I will say there is one inadvertant problem the compiler has. One thing: I think the parser is "too tightly integrated" into the code generator. If someone uses a FOR statement, the parser should simply tell the code generator, "prepare to handle a FOR statement" (or REPEAT, or start of a PROCEDURE), then "start FOR loop, use this control variable, start with this value, end with this value" and let the code generator handle it. Then at the end, tell the code generator "End of FOR loop," "end of WHILE statement," "ELSE clause in IF statement," etc., and let the code generator handle it. The parser does not need to know that the program must push four registers on the stack, or clear the EAX register, that's the code generator's job. From a standpoint of making the compiler portable for other processors or other operating systems, or both, that is the way it should be done. But XDPascal wasn't really designed for portability, which is why the "leakage" of information from the Code Generator to the Parser is inadvertant. This is probably one thing that needs to change. I've seen it in other compilers, especially ones like the subset Pascal-S, or the Standard Pascal P5 compiler, where the generation of P-code (a forerunner of the Java Virtual Machine bytecode) is tied to the scanning and parsing of the program. If these are not segregated, the compiler becomes "too tightly bound" and making changes or improvements can be very difficult. But I think making the compiler capable of being machine independence, and thus portability to other architectures, operating systems, or even operating modes (like having the compiler generate a different language instead of machine code, such as a Pascal to C translator) becomes possible.

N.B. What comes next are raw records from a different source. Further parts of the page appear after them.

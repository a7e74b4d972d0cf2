// Building findings: one helper so every rule fills the same fields the same way.
import type { Severity } from '@pnlint/grammar';
import type { SourceLocation } from '../netlist/circuit.js';
import type { Finding } from '../findings.js';

export function makeFinding(
  rule: string,
  severity: Severity,
  message: string,
  location: SourceLocation,
  extra: { element?: string; related?: Finding['related'] } = {},
): Finding {
  const finding: Finding = { rule, severity, message, location, related: extra.related ?? [], fixes: [] };
  if (extra.element !== undefined) finding.element = extra.element;
  return finding;
}
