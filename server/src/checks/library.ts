// The shipped library of generic part classes: what a diode of each kind is typically
// rated for when nothing better is known. Every figure here is a typical datasheet value
// from memory (marked so beside it), not a guarantee for any particular part; a directive
// or pnlint.json always overrides it, and messages say when a figure came from here.
import type { DiodeKind, DiodeRatingKey } from './vocabulary.js';

export interface PartClass {
  /** How messages name the class, with its article: "typical value for a small-signal diode". */
  description: string;
  ratings: Partial<Record<DiodeRatingKey, number>>;
  /** Ratings that are trade rules of thumb (common practice, no source) rather than typical values. */
  rulesOfThumb?: readonly DiodeRatingKey[];
}

export const PART_CLASSES: Readonly<Record<DiodeKind, PartClass>> = {
  led: {
    description: 'an indicator LED',
    ratings: {
      if: 20e-3, // 20 mA continuous: rule of thumb for LEDs (common practice, no source)
      vrrm: 5, // 5 V reverse: rule of thumb for LEDs (common practice, no source)
      pd: 100e-3, // typical value, from memory (5 mm indicator LEDs)
    },
    rulesOfThumb: ['if', 'vrrm'],
  },
  signal: {
    description: 'a small-signal diode',
    ratings: {
      if: 200e-3, // typical value, from memory
      ifsm: 1, // typical value, from memory (1 s surge)
      vrrm: 75, // typical value, from memory
      pd: 500e-3, // typical value, from memory
    },
  },
  rectifier: {
    description: 'a rectifier diode',
    ratings: {
      if: 1, // typical value, from memory (the smallest common axial rectifiers)
      ifsm: 30, // typical value, from memory
      // No typical reverse rating: rectifiers span 50 V to 1000 V; the model's BV or a directive must say.
    },
  },
  schottky: {
    description: 'a Schottky diode',
    ratings: {
      if: 1, // typical value, from memory (small power Schottky rectifiers)
      ifsm: 25, // typical value, from memory
      // No typical reverse rating: 20 V to 100 V parts are all common.
    },
  },
  zener: {
    description: 'a small zener diode',
    ratings: {
      izk: 1e-3, // minimum regulating current: typical value, from memory (small glass zeners, 0.25–1 mA)
      pd: 500e-3, // typical value, from memory
    },
  },
};
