// Elaboration: from the syntax trees of a netlist and the files it includes to
// one flat circuit. Includes and `.lib` sections are read through the injected
// FileReader, `.if` blocks are decided, parameters evaluated, subcircuits
// flattened with hierarchical names (`X2.D1`, node `X2.a`), and every element
// keeps the line it came from. Bad input never throws: it becomes a diagnostic.
import {
  isAmbiguousNumber,
  LineIndex,
  parse,
  readMarkingCode,
  readSpiceNumber,
  type ElementStatement,
  type IncludeStatement,
  type LibReferenceStatement,
  type ParseResult,
  type Range,
  type Span,
  type Statement,
  type SubcktStatement,
} from '@pnlint/grammar';
import { GROUND, type Circuit, type DirectiveComment, type Element, type FileReader, type Model, type SourceLocation } from './circuit.js';
import { DiagnosticSink, FILE_START } from './diagnostics.js';
import { readElement, type ElementContext, type NodeField } from './elements.js';
import { formatSpiceNumber, unitOfElement } from './format.js';
import { formatQuantity } from '../units.js';
import { readModel } from './models.js';
import { ParameterEvaluation, ParameterScope } from './parameters.js';
import { isWithin } from './paths.js';
import { TIMES_WITHOUT_TRANSIENT, type TransientTimes } from './waveforms.js';

export interface ElaborateOptions {
  /** Untrusted workspace: files outside `workspaceRoot` are not read. */
  restricted?: boolean;
  workspaceRoot?: string;
}

/** A value's exact reading is shown with all the digits it was written with, not the usual three. */
const EXACT_READING_DIGITS = 12;

/** SPICE's default circuit temperature, 27 °C (SPICE3 user's manual, Quarles 1989). */
export const DEFAULT_TEMPERATURE = 27;
/** Subcircuits nested deeper than this are reported rather than expanded (no real design comes close). */
export const MAXIMUM_SUBCIRCUIT_DEPTH = 100;
/** Includes nested deeper than this are reported rather than read. */
export const MAXIMUM_INCLUDE_DEPTH = 64;
/** Elaboration stops at this many elements, so that a netlist whose subcircuits multiply out cannot exhaust memory. */
export const MAXIMUM_ELEMENTS = 2_000_000;

/** The range of a context not yet at any line (replaced before it is read). */
const NO_RANGE: Range = { start: { line: 0, column: 0, offset: 0 }, end: { line: 0, column: 0, offset: 0 } };

/** Appends `items` to `list` one by one: a spread push overflows the call stack on a file of some hundred thousand lines. */
function appendAll<T>(list: T[], items: readonly T[]): void {
  for (const item of items) list.push(item);
}

/** Digits with at most one point and no letters: a SPICE engine reads all of it, so it cannot be ambiguous. */
const PLAIN_DECIMAL = /^[+-]?\d*\.?\d*$/;

/** Ground's other name (any case). */
const GROUND_ALIAS = 'gnd';
const DIRECTIVE = /^\s*pnlint:/i;

interface Located {
  statement: Statement;
  uri: string;
}

interface SubcircuitDefinition {
  statement: SubcktStatement;
  uri: string;
  /** Where it was defined: its body sees that scope's parameters, models and subcircuits. */
  frame: Frame;
}

/** One scope: the top level, or one subcircuit instance. */
interface Frame {
  /** `X2.` inside instance X2, empty at top level. */
  prefix: string;
  /** The scope the definition sits in (lexical parent). */
  parent: Frame | undefined;
  /** Port name (lower-cased) → the caller's circuit node. */
  ports: Map<string, string>;
  params: ParameterScope;
  subcircuits: Map<string, SubcircuitDefinition>;
  models: Map<string, Model>;
  instances: SourceLocation[];
  /** The subcircuits being expanded, outermost first, with the instance names: recursion is found here. */
  active: { definition: SubcktStatement; instance: string }[];
  /** Element names (lower-cased) in this scope → the first line of that name. */
  elementNames: Map<string, Located>;
  /** Inside an instance: local node names (lower-cased) → circuit node, made on the first one. */
  localNodes?: Map<string, string>;
  /** What the element readers see of this scope; made on its first element line (see `elementContext`). */
  elementContext?: ElementContext;
}

/**
 * Elaborates the netlist `text` (the top-level file at `uri`). Never throws:
 * every problem is in `circuit.diagnostics`.
 */
export function elaborate(uri: string, text: string, reader: FileReader, options: ElaborateOptions = {}): Circuit {
  return new Elaborator(uri, reader, options).run(text);
}
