class Design:
    """Outcome, covariates and unit structure of one formula on one panel.

    Build with :meth:`Panel.design` or :meth:`Design.from_panel`. See DEVELOPERS.md for the
    fields. All arrays are float64 and rows are sorted by unit, then occasion.
    """

    def __init__(self, *, y, X, terms, unit_codes, units, time, rows, outcome, spec,
                 n_dropped=0, dropped_by_column=None, n_input_rows=None):
        self.y = np.ascontiguousarray(y, dtype=float)
        self.X = np.ascontiguousarray(X, dtype=float)
        self.terms = list(terms)
        self.unit_codes = np.asarray(unit_codes, dtype=np.int64)
        self.units = pd.Index(units)
        self.time = np.asarray(time)
        self.rows = pd.Index(rows)
        self.outcome = outcome
        self.spec = spec
        self.n_dropped = int(n_dropped)
        self.dropped_by_column = dict(dropped_by_column or {})
        self.n_input_rows = int(n_input_rows if n_input_rows is not None else len(self.y))
        if np.any(np.diff(self.unit_codes) < 0):
            raise ValueError("Design rows must be sorted by unit")
        self.T = np.bincount(self.unit_codes, minlength=len(self.units)).astype(np.int64)
        if np.any(self.T == 0):
            raise ValueError("every unit in a Design needs at least one row")
        self.starts = np.concatenate([[0], np.cumsum(self.T)[:-1]]).astype(np.int64)
        self._means = None
        within_sd = np.sqrt(((self.X - self.between_rows()) ** 2).mean(axis=0))
        scale = np.maximum(np.abs(self.X).max(axis=0), 1.0)
        self.varies_within = pd.Series(within_sd > _VARY_TOL * scale, index=self.terms)

    # ------------------------------------------------------------------ sizes
    @property
    def n(self) -> int:
        return int(len(self.y))

    @property
    def n_units(self) -> int:
        return int(len(self.units))

    @property
    def k(self) -> int:
        return int(self.X.shape[1])

    @property
    def has_intercept(self) -> bool:
        return "Intercept" in self.terms

    @property
    def time_varying(self) -> list[str]:
        return [t for t in self.terms if self.varies_within[t]]

    @property
    def time_constant(self) -> list[str]:
        return [t for t in self.terms if not self.varies_within[t] and t != "Intercept"]

    def __repr__(self) -> str:
        return (f"Design({self.outcome!r} ~ {len(self.terms)} terms, {self.n} rows, "
                f"{self.n_units} units, {self.n_dropped} rows dropped)")

    # ------------------------------------------------------------------ parts
    def unit_means(self) -> np.ndarray:
        """Unit means of the columns of X (N x k), over the estimation sample."""
        if self._means is None:
            self._means = group_means(self.X, self.starts, self.T)
        return self._means

    def between_rows(self) -> np.ndarray:
        """The unit mean of each column on every row (n x k)."""
        return self.unit_means()[self.unit_codes]

    def within(self) -> np.ndarray:
        """X minus its unit means (n x k)."""
        return self.X - self.between_rows()

    def y_unit_means(self) -> np.ndarray:
        return group_means(self.y, self.starts, self.T)

    def y_within(self) -> np.ndarray:
        return self.y - self.y_unit_means()[self.unit_codes]

    def matrices(self, kind: str):
        """The covariate matrix and its labels for one kind of model.

        Parameters
        ----------
        kind : {"pooled", "random", "within", "between", "mundlak", "within_between"}

        Returns
        -------
        (M, labels) : (ndarray, list of str)
            ``M`` has one row per estimation row, except for ``"between"`` (one per unit).
        """
        if kind not in KINDS:
            raise choices_error("kind", kind, KINDS)
        tv = [i for i, t in enumerate(self.terms) if self.varies_within[t]]
        if kind in ("pooled", "random"):
            return self.X.copy(), list(self.terms)
        if kind == "between":
            return self.unit_means().copy(), list(self.terms)
        if kind in ("within", "mundlak", "within_between") and not tv:
            raise EstimationError(
                f"no covariate in {self.spec.formula!r} varies within units, so a "
                f"{kind.replace('_', '-')} model has no within part to estimate"
            )
        if kind == "within":
            return self.within()[:, tv], [self.terms[i] for i in tv]
        means = self.between_rows()
        tb = self._with_between_part(tv)
        if kind == "mundlak":
            M = np.column_stack([self.X, means[:, tb]])
            return M, list(self.terms) + [_label_mean(self.terms[i]) for i in tb]
        # within_between: intercept, within and between parts, time-constant columns
        cols, labels = [], []
        W = self.within()
        for i, t in enumerate(self.terms):
            if t == "Intercept":
                cols.append(self.X[:, i]); labels.append(t)
        for i in tv:
            cols.append(W[:, i]); labels.append(_label_within(self.terms[i]))
        for i in tb:
            cols.append(means[:, i]); labels.append(_label_between(self.terms[i]))
        for i, t in enumerate(self.terms):
            if t != "Intercept" and i not in tv:
                cols.append(self.X[:, i]); labels.append(t)
        return np.column_stack(cols), labels

    def _with_between_part(self, tv):
        """Time-varying columns whose unit means enter the mundlak and within_between kinds.

        With an intercept, a column whose unit means are all equal (an occasion indicator
        in a balanced panel, a trend observed on the same occasions everywhere) has no
        between part to estimate: its unit mean is a multiple of the intercept, so it
        enters through its within part only. In unbalanced panels the unit means of the
        occasion indicators vary and are kept, which makes the correlated random-effects
        within estimates equal the two-way fixed-effects ones (Wooldridge 2019, Journal
        of Econometrics 211, 137-150, doi:10.1016/j.jeconom.2018.12.010); those of them
        that are linear combinations of the other unit-level columns (few distinct
        patterns of missing occasions) are left out too, which leaves the within
        estimates unchanged.
        """
        if not self.has_intercept:
            return list(tv)
        um = self.unit_means()
        keep = []
        for i in tv:
            scale = max(float(np.abs(um[:, i]).max()), 1.0)
            if np.ptp(um[:, i]) > _VARY_TOL * scale:
                keep.append(i)
        occ = [i for i in keep if self.terms[i].startswith("occasion[")]
        if not occ:
            return keep
        base = [i for i in range(self.k) if i not in occ and (i not in tv or i in keep)]
        cols = [um[:, i] for i in base]

        def rank(columns):
            A = np.column_stack(columns)
            A = A - A.mean(axis=0) * (np.ptp(A, axis=0) > 0)
            A = A / np.maximum(np.sqrt((A ** 2).mean(axis=0)), 1e-300)
            return int(np.linalg.matrix_rank(A, tol=1e-8 * max(A.shape)))

        r = rank(cols)
        for i in occ:
            if rank(cols + [um[:, i]]) > r:
                cols.append(um[:, i])
                r += 1
            else:
                keep.remove(i)
        return keep

    def subset_units(self, keep) -> "Design":
        """A design on a subset of units (boolean mask or codes), e.g. for refits."""
        keep = np.asarray(keep)
        if keep.dtype == bool:
            keep_codes = np.flatnonzero(keep)
        else:
            keep_codes = np.unique(keep)
        rowmask = np.isin(self.unit_codes, keep_codes)
        return self.subset_rows(rowmask)

    def subset_rows(self, rowmask) -> "Design":
        """A design on a subset of rows; unit means are recomputed on those rows."""
        rowmask = np.asarray(rowmask, dtype=bool)
        codes = self.unit_codes[rowmask]
        present, new_codes = np.unique(codes, return_inverse=True)
        return Design(y=self.y[rowmask], X=self.X[rowmask], terms=self.terms,
                      unit_codes=new_codes, units=self.units[present], time=self.time[rowmask],
                      rows=self.rows[rowmask], outcome=self.outcome, spec=self.spec)

    # ------------------------------------------------------------------ builders
    @classmethod
    def from_panel(cls, panel, formula: str, occasion_effects: bool = False) -> "Design":
        """Screen the formula, drop incomplete rows (reported), and build the matrices."""
        from formulaic import Formula

        data = panel.data
        screened = screen(formula, data.columns)
        used = [c for c in screened.columns if c not in (panel.unit, panel.time)]
        if screened.outcome in (panel.unit, panel.time):
            raise FormulaError(
                f"the outcome {screened.outcome!r} is the panel's unit or time column")
        if panel.unit in screened.columns:
            raise FormulaError(
                f"column {panel.unit!r} identifies the units; unit effects come from the model "
                "(FixedEffects, RandomIntercept), not from the formula")
        if panel.time in screened.columns:
            used.append(panel.time)  # a trend or C(time) is allowed
        for c in used:
            s = data[c]
            if pd.api.types.is_numeric_dtype(s) or pd.api.types.is_bool_dtype(s):
                continue
            in_c = re.search(r"C\(\s*`?" + re.escape(c) + r"`?\s*[,)]", screened.rhs)
            if c == screened.outcome or not in_c:
                sample = s.dropna().astype(str).head(3).tolist()
                text = s.dropna()
                bad = text[pd.to_numeric(text, errors="coerce").isna()]
                first = "" if bad.empty else (
                    f"; {_plain(bad.iloc[0])!r} at {panel.unit}="
                    f"{_plain(data.at[bad.index[0], panel.unit])!r}, {panel.time}="
                    f"{_plain(data.at[bad.index[0], panel.time])!r} is not a number")
                raise PanelDataError(
                    f"column {c!r} is not numeric (dtype {s.dtype}, values like {sample}{first}); "
                    + ("the outcome must be numeric" if c == screened.outcome else
                       f"convert it to numbers, or write C({c}) to use it as categories")
                )
        used = list(dict.fromkeys(used))
        sub = data[list(dict.fromkeys([panel.unit, panel.time] + used))]
        miss = sub[used].isna()
        dropped_by_column = {c: int(miss[c].sum()) for c in used if miss[c].any()}
        keep = ~miss.any(axis=1).to_numpy()
        n_dropped = int((~keep).sum())
        for c in used:
            if miss[c].all():
                raise PanelDataError(f"column {c!r} is missing on every row")
        if n_dropped:
            detail = ", ".join(f"{c}: {k}" for c, k in dropped_by_column.items())
            warnings.warn(
                f"dropped {n_dropped} of {len(sub)} rows with missing values ({detail}); "
                "unit means are taken over the remaining rows",
                DataHandlingWarning, stacklevel=3,
            )
        sub = sub.loc[keep]
        if len(sub) == 0:
            raise PanelDataError("no complete rows remain after dropping missing values")
        units_codes, units = pd.factorize(sub[panel.unit], sort=True)
        if len(units) < 2:
            raise PanelDataError(
                f"only {len(units)} unit of {panel.unit!r} has complete rows; at least 2 are needed"
            )
        try:
            mm = Formula(screened.rhs).get_model_matrix(
                sub.reset_index(drop=True), context=safe_context(), ensure_full_rank=True,
                na_action="ignore",  # incomplete rows are gone; NaN from a transform is named below
            )
        except FormulaError:
            raise
        except Exception as exc:
            raise FormulaError(f"cannot build the design for {formula!r}: {exc}") from None
        X = np.asarray(mm, dtype=float)
        terms = [str(c) for c in mm.columns]
        if occasion_effects:
            occ = np.sort(sub[panel.time].unique())
            tv = sub[panel.time].to_numpy()
            dummies = [(tv == o).astype(float) for o in occ[1:]]
            if dummies:
                X = np.column_stack([X] + dummies)
                terms += [f"occasion[{o}]" for o in occ[1:]]
        y = sub[screened.outcome].to_numpy(dtype=float)
        if not np.all(np.isfinite(X)):
            bad = np.flatnonzero(~np.isfinite(X).all(axis=0))[0]
            r = int(np.flatnonzero(~np.isfinite(X[:, bad]))[0])
            raise PanelDataError(
                f"term {terms[bad]!r} is not finite at {panel.unit}={sub[panel.unit].iloc[r]!r}, "
                f"{panel.time}={sub[panel.time].iloc[r]!r} (a transform such as log of a "
                "non-positive value?)"
            )
        _check_columns(X, y, terms, screened.outcome)
        spec = DesignSpec(formula=formula, unit=panel.unit, time=panel.time,
                          occasion_effects=bool(occasion_effects))
        return cls(y=y, X=X, terms=terms, unit_codes=units_codes, units=units,
                   time=sub[panel.time].to_numpy(), rows=sub.index, outcome=screened.outcome,
                   spec=spec, n_dropped=n_dropped, dropped_by_column=dropped_by_column,
                   n_input_rows=len(data))
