_DELIMITER_NAMES = {"tab": "\t", "\\t": "\t", "comma": ",", "semicolon": ";", "pipe": "|",
                    "space": " "}
_DELIMITER_HELP = ("field delimiter of a CSV file: one character such as ';' or '|', or tab, "
                   "comma, semicolon, pipe, space (default ',', tab for .tsv)")


def _delimiter(text):
    """``--delimiter``: one character, or its name (``tab`` is easier to type than a tab)."""
    return None if text is None else _DELIMITER_NAMES.get(text.lower(), text)


def delimiter_option(text):
    """``--delimiter`` of describe and design-check, checked (fit checks it in Settings)."""
    delim = _delimiter(text)
    if delim is not None and len(delim) != 1:
        raise SpecificationError(f"--delimiter {text!r} must be one character, or tab, "
                                 "comma, semicolon, pipe, space")
    return delim


def parse_prior(text: str):
    """``KEY=FAMILY`` or ``KEY=FAMILY:param=value,param=value`` -> (key, spec)."""
    if "=" not in text:
        raise SpecificationError(
            f"--prior {text!r} must look like KEY=FAMILY or KEY=FAMILY:param=value, e.g. "
            "sigma_unit=gamma2 or 'coef=normal:sigma=10'")
    key, spec = text.split("=", 1)
    key, spec = key.strip(), spec.strip()
    if ":" not in spec:
        return key, spec
    family, params = spec.split(":", 1)
    out = {"family": family.strip()}
    for part in params.split(","):
        if not part.strip():
            continue
        if "=" not in part:
            raise SpecificationError(f"--prior {text!r}: parameter {part.strip()!r} needs a "
                                     "value, as in sigma=10")
        k, v = part.split("=", 1)
        try:
            out[k.strip()] = float(v)
        except ValueError:
            raise SpecificationError(f"--prior {text!r}: {k.strip()}={v.strip()!r} is not a "
                                     "number") from None
    return key, out


# ---------------------------------------------------------------------- verbs
def cmd_describe(args) -> int:
    from ..data.panel import Panel

    if args.out_of_core:
        return _describe_out_of_core(args)
    panel = Panel.from_file(args.file, unit=args.unit, time=args.time,
                            sep=delimiter_option(args.delimiter))
    _print_describe(panel)
    return EXIT_OK


def _describe_out_of_core(args) -> int:
    """One pass over Parquet files on Dask (describe + structure); nothing is loaded."""
    from .data_stage import open_out_of_core
    from .progress import Progress

    say = Progress(quiet=args.quiet)
    panel = open_out_of_core(args.file, args.unit, args.time, say)
    say(f"pass: describe and structure ({panel.npartitions} partitions)")
    desc = panel.describe()  # the structure comes with this pass
    say(f"  {panel.n_rows} rows of {panel.n_units} units")
    _print_describe(panel, desc)
    return EXIT_OK


def _settings_from_args(args):
    from .runner import Settings, load_settings

    priors = dict(parse_prior(p) for p in (args.prior or []))
    over = {
        "data": str(Path(args.file).resolve()) if args.file else None,
        "unit": args.unit, "time": args.time, "formula": args.formula,
        "models": _names(args.models), "reference": _names(args.reference),
        "draws": args.draws, "tune": args.tune, "chains": args.chains, "seed": args.seed,
        "sampler": args.sampler, "cov": args.cov, "re_method": args.method,
        "level": args.level, "rope": args.rope, "interval": args.interval,
        "occasion_effects": True if args.occasion_effects else None, "title": args.title,
        "ppc_draws": args.ppc_draws, "reference_folds": args.reference_folds,
        "refit_high_k": True if args.refit_high_k else None, "max_refits": args.max_refits,
        "out_of_core": True if args.out_of_core else None,
        "delimiter": _delimiter(args.delimiter),
        "loo_observations": args.loo_observations,
        "family": args.family, "trials": args.trials, "exposure": args.exposure,
        "random_slopes": _names(args.random_slopes),
        "centred": True if args.centred_effects else None,
        "errors": args.errors,
        "initial_conditions": False if args.no_initial_conditions else None,
    }
    if args.config:
        s = load_settings(args.config, **over)
        if priors:
            from dataclasses import replace
            s = replace(s, priors={**s.priors, **priors})
        return s.check()
    missing = [f"--{k}" for k in ("unit", "time", "formula") if over[k] is None]
    if not args.file:
        missing.insert(0, "FILE")
    if missing:
        raise SpecificationError(f"fit needs {', '.join(missing)} (or --config ANALYSIS.toml)")
    over["priors"] = priors
    return Settings(**{k: v for k, v in over.items() if v is not None}).check()


def cmd_fit(args) -> int:
    from .runner import run

    settings = _settings_from_args(args)
    out = Path(args.out)
    results = run(settings, out=out, quiet=args.quiet, progress_bars=args.progress_bars)
    _print_summary(results)
    print(f"report: {(out / 'report.html').resolve()}")
    code = _strict_exit(results, args.strict)
    return _failed_exit(results) or code


def _failed_exit(results) -> int:
    """Fits that failed (the others were finished and written): listed, exit code 1."""
    failed = results.get("failed") or []
    if not failed:
        return EXIT_OK
    print(f"\nfailed ({len(failed)}): the other fits are complete and written")
    for f in failed:
        print(f"  {f['title']} ({f['stage']}): {f['error']}")
    print(f"bayespanel: failed: {len(failed)} fit(s) or stage(s) did not finish ("
          f"{', '.join(f['name'] for f in failed)}); the outputs hold everything else; "
          f"exit code {EXIT_FAILURE}", file=sys.stderr)
    return EXIT_FAILURE
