static GtkWidget *
heading_new (const char *text, gboolean first)
{
  GtkWidget *label = gtk_label_new (text);

  gtk_label_set_xalign (GTK_LABEL (label), 0);
  gtk_widget_add_css_class (label, "heading");
  gtk_widget_set_margin_top (label, first ? 6 : 12);
  return label;
}

/* The two ways of giving a sample, as two linked buttons. */
static GtkWidget *
modes_new (TfFormPage *page)
{
  GtkWidget *box = gtk_box_new (GTK_ORIENTATION_HORIZONTAL, 0);
  GtkWidget *summaries = gtk_toggle_button_new_with_mnemonic (_("Su_mmaries"));
  GtkWidget *values = gtk_toggle_button_new_with_mnemonic (_("Ra_w values"));

  gtk_widget_add_css_class (box, "linked");
  gtk_widget_set_hexpand (summaries, TRUE);
  gtk_widget_set_hexpand (values, TRUE);
  gtk_widget_set_tooltip_text (summaries, _("Give each sample’s size, mean and SD"));
  gtk_widget_set_tooltip_text (values, _("Give every observation; Twofold summarises them"));
  gtk_toggle_button_set_group (GTK_TOGGLE_BUTTON (values), GTK_TOGGLE_BUTTON (summaries));
  gtk_toggle_button_set_active (GTK_TOGGLE_BUTTON (summaries), TRUE);
  gtk_box_append (GTK_BOX (box), summaries);
  gtk_box_append (GTK_BOX (box), values);
  gtk_accessible_update_property (GTK_ACCESSIBLE (box), GTK_ACCESSIBLE_PROPERTY_LABEL,
                                  _("How the data are given"), -1);
  page->summaries_button = GTK_TOGGLE_BUTTON (summaries);
  page->values_button = GTK_TOGGLE_BUTTON (values);
  g_signal_connect_swapped (values, "notify::active", G_CALLBACK (on_toggled), page);
  return box;
}
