import { z } from 'zod';
import { CaseCategory } from '../model/index.js';

const Level = z
  .object({ tolerancePercent: z.number().positive(), actionPercent: z.number().positive() })
  .strict()
  .refine((l) => l.actionPercent >= l.tolerancePercent, { message: 'the action level must not be below the tolerance' });

/**
 * The clinic's action-level policy: per case category a tolerance (within it: "within tolerance")
 * and an action level (beyond it: "beyond action level"; between the two: "needs review"), and the
 * thresholds that put a beam in a category or flag its point.
 */
export const Policy = z
  .object({
    format: z.literal('plumbline.policy'),
    formatVersion: z.literal(1),
    description: z.string().optional(),
    levels: z
      .record(CaseCategory, Level)
      .refine((r) => CaseCategory.options.every((c) => c in r), { message: `give levels for every category: ${CaseCategory.options.join(', ')}` }),
    classification: z
      .object({
        /** A point farther than this from the central axis makes the case off-axis. */
        offAxisCm: z.number().nonnegative(),
        /** Irradiated equivalent squares below this are small fields. */
        smallFieldCm: z.number().positive(),
        /** SSDs beyond this are large-SSD cases. */
        largeSsdCm: z.number().positive(),
        /** Open area below this fraction of the jaw opening makes the field irregular (heavily blocked). */
        openFractionBelow: z.number().min(0).max(1),
        /** Plan SSD within this of the SAD makes an SSD setup. */
        ssdSetupWithinMm: z.number().nonnegative(),
      })
      .strict(),
    point: z.object({ edgeMarginCm: z.number().nonnegative(), interfaceMarginCm: z.number().nonnegative() }).strict(),
    ct: z
      .object({
        /** The CT's SSD and the plan's may differ by this before it is a finding (bolus, wrong CT, wrong isocenter). */
        ssdToleranceMm: z.number().nonnegative(),
        /** Voxels at or above this HU are the body when no EXTERNAL contour is given. */
        bodyThresholdHu: z.number(),
        /** Densities met on the ray outside this range make the case heterogeneous. */
        waterLikeDensity: z.tuple([z.number(), z.number()]),
      })
      .strict(),
    /** A beam giving less than this share of its point's total dose is judged on its share. */
    lowContributionShare: z.number().min(0).max(1),
  })
  .strict();
export type Policy = z.infer<typeof Policy>;

/**
 * Shipped defaults, in the spirit of AAPM TG-114 (about 2 % for simple cases up to about 5 % for
 * complex ones). The numbers are from memory, not read from the report: every clinic sets its own.
 */
export const DEFAULT_POLICY: Policy = {
  format: 'plumbline.policy',
  formatVersion: 1,
  description: "plumbline defaults in the spirit of AAPM TG-114, from memory; set your clinic's own",
  levels: {
    'on-axis-open': { tolerancePercent: 2, actionPercent: 3 },
    'off-axis-or-wedged': { tolerancePercent: 2.5, actionPercent: 3.5 },
    'irregular-or-small': { tolerancePercent: 3, actionPercent: 4 },
    'large-ssd': { tolerancePercent: 3, actionPercent: 4 },
    heterogeneous: { tolerancePercent: 3.5, actionPercent: 5 },
    modulated: { tolerancePercent: 4, actionPercent: 5 },
  },
  classification: { offAxisCm: 2, smallFieldCm: 4, largeSsdCm: 110, openFractionBelow: 0.8, ssdSetupWithinMm: 5 },
  point: { edgeMarginCm: 1.5, interfaceMarginCm: 1 },
  ct: { ssdToleranceMm: 5, bodyThresholdHu: -400, waterLikeDensity: [0.9, 1.1] },
  lowContributionShare: 0.1,
};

I think having a compiler be "modular" and separating the pieces is a good idea; that way if you want to switch how source is scanned, or how code is generated, as long as the interface - the procedure calls to perform actions - is the same, any piece can be replaced with another, possibly better one. Or one to use a different method. For example, the program reads the source file by opening it, determining its size, requesting a block of memory big enough to hold it, then simply "reading" the file by moving a byte from memory. This is obviously much faster than doing an operating system request to read one bite. If the compiler is moved to a system where files are read a record ata time (like mainframes, or if source was being retrieved from a database or an archive) then it may be necessary to change how files are accessed, possibly to doing multiple reads one after another or reading the whole file as a block and using reference counting to know where line endings are. (Knowing line endings is important for two reasons:
To know when a // comment ends, and
To know if a quoted string was not closed by the end of a line.
So, I guess that is one of the things I can put down for the future, to make the compiler as modular as I can so each "subsystem" can be upgraded, or replaced, without affecting any other subsystem that depends upon it. We'll see what happens.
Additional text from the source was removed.